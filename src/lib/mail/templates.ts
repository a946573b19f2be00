/** Our own wording for every product e-mail, as plain text and HTML parts. */
export type MailMessage = { subject: string; text: string; html: string };

const esc = (s: string) => s.replace(/[&<>"']/g, (c) => ({ '&': '&amp;', '<': '&lt;', '>': '&gt;', '"': '&quot;', "'": '&#39;' })[c]!);

function layout(title: string, paragraphs: string[], action: { label: string; url: string }, footer: string): MailMessage {
  const text = [...paragraphs, '', `${action.label}: ${action.url}`, '', footer, '', '-- Varledger'].join('\n');
  const html = `<!doctype html><html><body style="font-family:'IBM Plex Sans',Arial,sans-serif;color:#1d2430;background:#f7f5f0;padding:24px">
<div style="max-width:560px;margin:auto;background:#fff;border:1px solid #d9d4c7;border-radius:4px;padding:24px">
<p style="font-weight:600;letter-spacing:.02em;margin:0 0 16px">Varledger</p>
<h1 style="font-size:18px;margin:0 0 12px">${esc(title)}</h1>
${paragraphs.map((p) => `<p>${esc(p)}</p>`).join('\n')}
<p><a href="${esc(action.url)}" style="display:inline-block;background:#1d2430;color:#f7f5f0;padding:8px 14px;border-radius:4px;text-decoration:none">${esc(action.label)}</a></p>
<p style="font-size:13px;color:#5b6270">If the button does not work, paste this address into your browser:<br>${esc(action.url)}</p>
<p style="font-size:13px;color:#5b6270">${esc(footer)}</p>
</div></body></html>`;
  return { subject: title, text, html };
}

export function verificationMail(name: string, url: string): MailMessage {
  return layout('Confirm your e-mail address for Varledger', [`Hello ${name},`, 'Confirm this address to finish setting up your Varledger account. The link works for one hour.'], { label: 'Confirm my address', url }, 'If you did not sign up, ignore this message: no account is activated without the link.');
}

export function passwordResetMail(name: string, url: string): MailMessage {
  return layout('Choose a new Varledger password', [`Hello ${name},`, 'Someone asked to reset the password of this account. Use the link within one hour to choose a new one.'], { label: 'Choose a new password', url }, 'If it was not you, ignore this message: your password stays as it is.');
}

export function invitationMail(inviter: string, workspace: string, roleLabel: string, url: string): MailMessage {
  return layout(`${inviter} invited you to ${workspace} on Varledger`, [`${inviter} asks you to join the workspace "${workspace}" as ${roleLabel}.`, 'Open the link, sign in or create an account with this e-mail address, and accept. The invitation lasts 7 days.'], { label: 'Review the invitation', url }, 'If you do not know this workspace, ignore this message.');
}

export type ReceiptMailInput = {
  receiptNumber: string;
  buyerName: string;
  workspaceName: string;
  sites: string[];
  /** Display strings, already formatted in the purchase currency. */
  unitPrice: string;
  total: string;
  paidOn: string;
  purchasesUrl: string;
};

export function receiptMail(r: ReceiptMailInput): MailMessage {
  const count = r.sites.length === 1 ? 'one Site audit' : `${r.sites.length} Site audits`;
  return layout(
    `Varledger receipt ${r.receiptNumber}: ${count} paid`,
    [
      `Hello ${r.buyerName || 'there'},`,
      `Thank you: your payment for ${count} in the workspace "${r.workspaceName}" has arrived. The findings of these sites are now final and they are marked Audited.`,
      `Receipt number: ${r.receiptNumber}`,
      `Paid on: ${r.paidOn}`,
      ...r.sites.map((s) => `Site audit, ${s}: ${r.unitPrice}`),
      `Total paid: ${r.total}`,
    ],
    { label: 'See your purchases', url: r.purchasesUrl },
    'Keep this message for your records. The Purchases page of the workspace shows every receipt.',
  );
}

export function reportIssuedMail(r: { recipientName: string; siteName: string; workspaceName: string; issuedBy: string; reportUrl: string }): MailMessage {
  return layout(
    `Savings report issued for ${r.siteName}`,
    [`Hello ${r.recipientName || 'there'},`, `${r.issuedBy} issued the Savings report for ${r.siteName} in the workspace "${r.workspaceName}". Its figures are frozen as issued; the site is now marked Reported.`],
    { label: 'Open the Savings report', url: r.reportUrl },
    'The figures are estimates from interval averages. Capacitor banks must be designed and installed by qualified persons under local electrical codes and the utility’s rules.',
  );
}
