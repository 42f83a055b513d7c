"""The client report: overview with "how we estimate this", charts, phase table, data
quality and cautions, on at most four A4 pages.

Equations, standard errors and references are not in the client report: they are for the
practice and sit in the practitioner summary."""

from __future__ import annotations

import datetime as dt
import functools
import time
from dataclasses import dataclass, field

from reportlab.lib.units import mm
from reportlab.platypus import Flowable, PageBreak, Spacer

from reportgen.config import Config
from reportgen.results import ClientAnalysis

from .charts import (
    CHARTS,
    FIGURES,
    ChartContext,
    ChartPages,
    chart_pages,
    has_planned_intake,
    legend,
)
from .layout import card_grid, chart_block, data_table, practice_header, section_break
from .outlook import outlook
from .para import Paragraph
from .pdfbuild import ChartSlot, Document, build, mark_heading
from .theme import Theme, page_size, theme_for
from .units import Units
from .viewmodel import ClientView, client_view
from .wording import Wording, blocks, esc

# Chart box heights in mm (the width is the text width).
CHART_HEIGHTS_MM = {"weight": 84, "energy": 76, "signals": 78, "bodycomp": 46, "projection": 56}
CAUTIONS_MIN_MM = 110  # about the height of the cautions without the practice contact
HISTORY_DAYS = 183  # the time axis shows at most the last six months
MIN_AXIS_DAYS = 28  # and at least four weeks, so a few early days do not fill the width


@dataclass
class Timing:
    """Seconds spent drawing charts and laying out pages (for the benchmark)."""

    charts_s: float = 0.0
    layout_s: float = 0.0
    per_chart_s: dict[str, float] = field(default_factory=dict)


def _axis_start(a: ClientAnalysis) -> dt.date:
    first = a.as_of - dt.timedelta(days=MIN_AXIS_DAYS - 1)
    if a.log.n_days:
        first = min(first, dt.date.fromisoformat(str(a.log.dates[0].astype("datetime64[D]"))))
    return max(first, a.as_of - dt.timedelta(days=HISTORY_DAYS - 1))


def chart_context(
    a: ClientAnalysis, config: Config, width_mm: float, labels: dict[str, str]
) -> ChartContext:
    u = Units.from_config(config)
    return ChartContext(
        u,
        labels,
        config.report.accent_colour,
        width_mm,
        _axis_start(a),
        a.as_of,
        projection_days=projection_days(a, config),
    )


def projection_days(a: ClientAnalysis, config: Config) -> int:
    """Days of the projection the report shows: the configured weeks, none without a
    weigh-in in the report month (the text then makes no projection either)."""
    if a.quality.weight_days == 0:
        return 0
    u = Units.from_config(config)
    look = outlook(a, config.report.projection_weeks, lambda kg: round(float(u.weight(kg)), 1))
    return look.days if look is not None else 0


def draw_charts(
    a: ClientAnalysis,
    config: Config,
    width_mm: float,
    labels: dict[str, str],
    timing: Timing | None = None,
) -> dict[str, bytes | None]:
    ctx = chart_context(a, config, width_mm, labels)
    out: dict[str, bytes | None] = {}
    for key, fn in CHARTS.items():
        t0 = time.perf_counter()
        if key == "projection" and a.special_handling:
            out[key] = None
        else:
            out[key] = fn(a, ctx, CHART_HEIGHTS_MM[key])
        if timing is not None:
            timing.per_chart_s[key] = time.perf_counter() - t0
    return out


def draw_chart_pages(
    a: ClientAnalysis,
    config: Config,
    width_mm: float,
    labels: dict[str, str],
    timing: Timing | None = None,
) -> ChartPages | None:
    """Every chart with data, drawn into one PDF (one page each, fonts embedded once)."""
    ctx = chart_context(a, config, width_mm, labels)
    figures = [
        (key, functools.partial(fn, a, ctx, CHART_HEIGHTS_MM[key]))
        for key, fn in FIGURES.items()
        if not (key == "projection" and a.special_handling)
    ]
    clock = [time.perf_counter()]

    def lap(key: str) -> None:
        now = time.perf_counter()
        if timing is not None:
            timing.per_chart_s[key] = now - clock[0]
        clock[0] = now

    pages = chart_pages(figures, lap)
    if timing is not None and figures:  # the fonts are embedded when the file is closed
        timing.per_chart_s["fonts+file"] = time.perf_counter() - clock[0]
    return pages


def _figure_items(vm: ClientView, words: Wording) -> list[tuple[str, str, bool, str]]:
    labels = words.labels["figures"]
    items = []
    for key in ("weight", "change", "rate", "intake", "deficit", "tdee", "adaptation", "bodyfat"):
        f = vm.figures[key]
        if f.known:
            value = esc(f.value)
        elif f.reason == "no-data-in-month":
            value = esc(words.labels["not_measured"])  # nothing measured: not a guess either
        elif f.reason in words.labels["not_estimated_for"]:
            value = esc(words.labels["not_estimated"])  # by design, not for lack of data
        else:
            value = esc(words.labels["not_enough"])
        items.append((labels[key], value, f.known, words.text("figure_note", f, vm).strip()))
    return items


def _heading_hook(para: Paragraph, level: int) -> None:
    mark_heading(para, level)


def render_client_report(
    analysis: ClientAnalysis, config: Config, *, timing: Timing | None = None
) -> bytes:
    """The client's monthly report as PDF bytes (at most 4 A4 pages with every section)."""
    theme = theme_for(config.report.accent_colour)
    words = Wording(config, "report/client.j2")
    vm = client_view(analysis, config)
    axis = chart_context(analysis, config, 0.0, {})
    vm.extra["planned_intake"] = has_planned_intake(analysis, axis)
    pagesize = page_size(config)
    width = pagesize[0] - 2 * 18 * mm
    sections = set(config.report.sections)

    t0 = time.perf_counter()
    charts: ChartPages | None = None
    if "charts" in sections:
        charts = draw_chart_pages(analysis, config, width / mm, words.labels["chart"], timing)
    t1 = time.perf_counter()

    story: list[Flowable] = []
    story += practice_header(config, theme, width)
    head = blocks(words.text("header", vm), theme)
    if head and isinstance(head[0], Paragraph):
        mark_heading(head[0], 0, words.labels["outline_overview"])
    story += head
    story.append(Spacer(1, 4 * mm))
    if "overview" in sections:
        story += card_grid(_figure_items(vm, words), theme, width)
        story.append(Spacer(1, 2 * mm))
        story += blocks(words.text("narrative", vm), theme, heading_hook=_heading_hook)

    if "methods" in sections:
        # plain-language "how we estimate this" fills page 1 after the narrative; the
        # equations, standard errors and references are in the practitioner summary
        story.append(section_break(40 * mm))
        story += blocks(words.text("methods", vm), theme, heading_hook=_heading_hook)

    slots: list[ChartSlot] = []
    if "charts" in sections:
        story.append(PageBreak())
        story += blocks(words.text("charts_intro", vm), theme, heading_hook=_heading_hook)
        titles = words.labels["charts"]
        ctx = chart_context(analysis, config, width / mm, words.labels["chart"])
        for key in CHARTS:
            slot = None
            if charts is not None and key in charts.pages:
                slot = ChartSlot(key, width, CHART_HEIGHTS_MM[key] * mm)
                slots.append(slot)
            story.append(
                chart_block(
                    titles[key],
                    slot,
                    words.text("chart_missing", key, vm),
                    words.text("chart_caption", key, vm),
                    theme,
                    legend(key, analysis, ctx) if slot is not None else (),
                )
            )

    # phases, data quality and the cautions share the last page; they follow the charts on
    # the same page when a client has few charts (no half-empty pages)
    story.append(section_break(70 * mm))
    if "phases" in sections:
        story += blocks(words.text("phases", vm), theme, heading_hook=_heading_hook)
        story.append(_phase_table(vm, words, theme, width))
        story.append(Spacer(1, 4 * mm))
    if "quality" in sections:
        story.append(section_break(35 * mm))
        story += blocks(words.text("quality", vm), theme, heading_hook=_heading_hook)
        story.append(Spacer(1, 3 * mm))
    # the cautions start where most of them fit, so their heading is not left at a page foot
    story.append(section_break(CAUTIONS_MIN_MM * mm))
    story += blocks(words.text("cautions", vm), theme, heading_hook=_heading_hook)

    labels = words.labels
    doc = Document(
        title=f"{labels['document']}: {analysis.client.name}, {vm.month}",
        author=config.practice.name or "reportgen",
        subject=f"{labels['subject']}, {vm.month}",
        pagesize=pagesize,
        header=f"{analysis.client.name} · {labels['document']} · {vm.month}",
        footer_right=config.practice.name,
        page_label=lambda n: f"{labels['page']} {n} {labels['of']}",
    )
    data = build(story, doc, theme, charts, slots)
    t2 = time.perf_counter()
    if timing is not None:
        timing.charts_s += t1 - t0
        timing.layout_s += t2 - t1
    return data


def _phase_table(vm: ClientView, words: Wording, theme: Theme, width: float) -> Flowable:
    labels = words.labels
    cols = labels["phase_cols"]
    units = [x.replace("{e}", vm.energy_unit + "/day") for x in labels["phase_units"]]
    header = [esc(c) + (f"<br/>{esc(u)}" if u else "") for c, u in zip(cols, units, strict=True)]
    rows = [
        [
            f"<b>{esc(p['name'])}</b><br/>{esc(p['kind'])}",
            esc(p["dates"]),
            p["days"],
            esc(p["intake"]),
            esc(p["deficit"]),
            esc(p["rate"]),
            esc(p["tdee"]),
            esc(p["adaptation"]),
            esc(p["bodyfat"]),
        ]
        for p in vm.phases
    ]
    if not rows:
        return Paragraph(esc(words.text("no_phases", vm)), theme["body"])
    fr = [0.19, 0.2, 0.06, 0.09, 0.09, 0.08, 0.1, 0.1, 0.09]
    return data_table(header, rows, [f * width for f in fr], theme, right_from=2)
────────
### AIM OF THE EXERCISE
All lines in the listing above that contain "dataclass" should be shown.

### COMPLETED EXERCISE
from dataclasses import dataclass, field
@dataclass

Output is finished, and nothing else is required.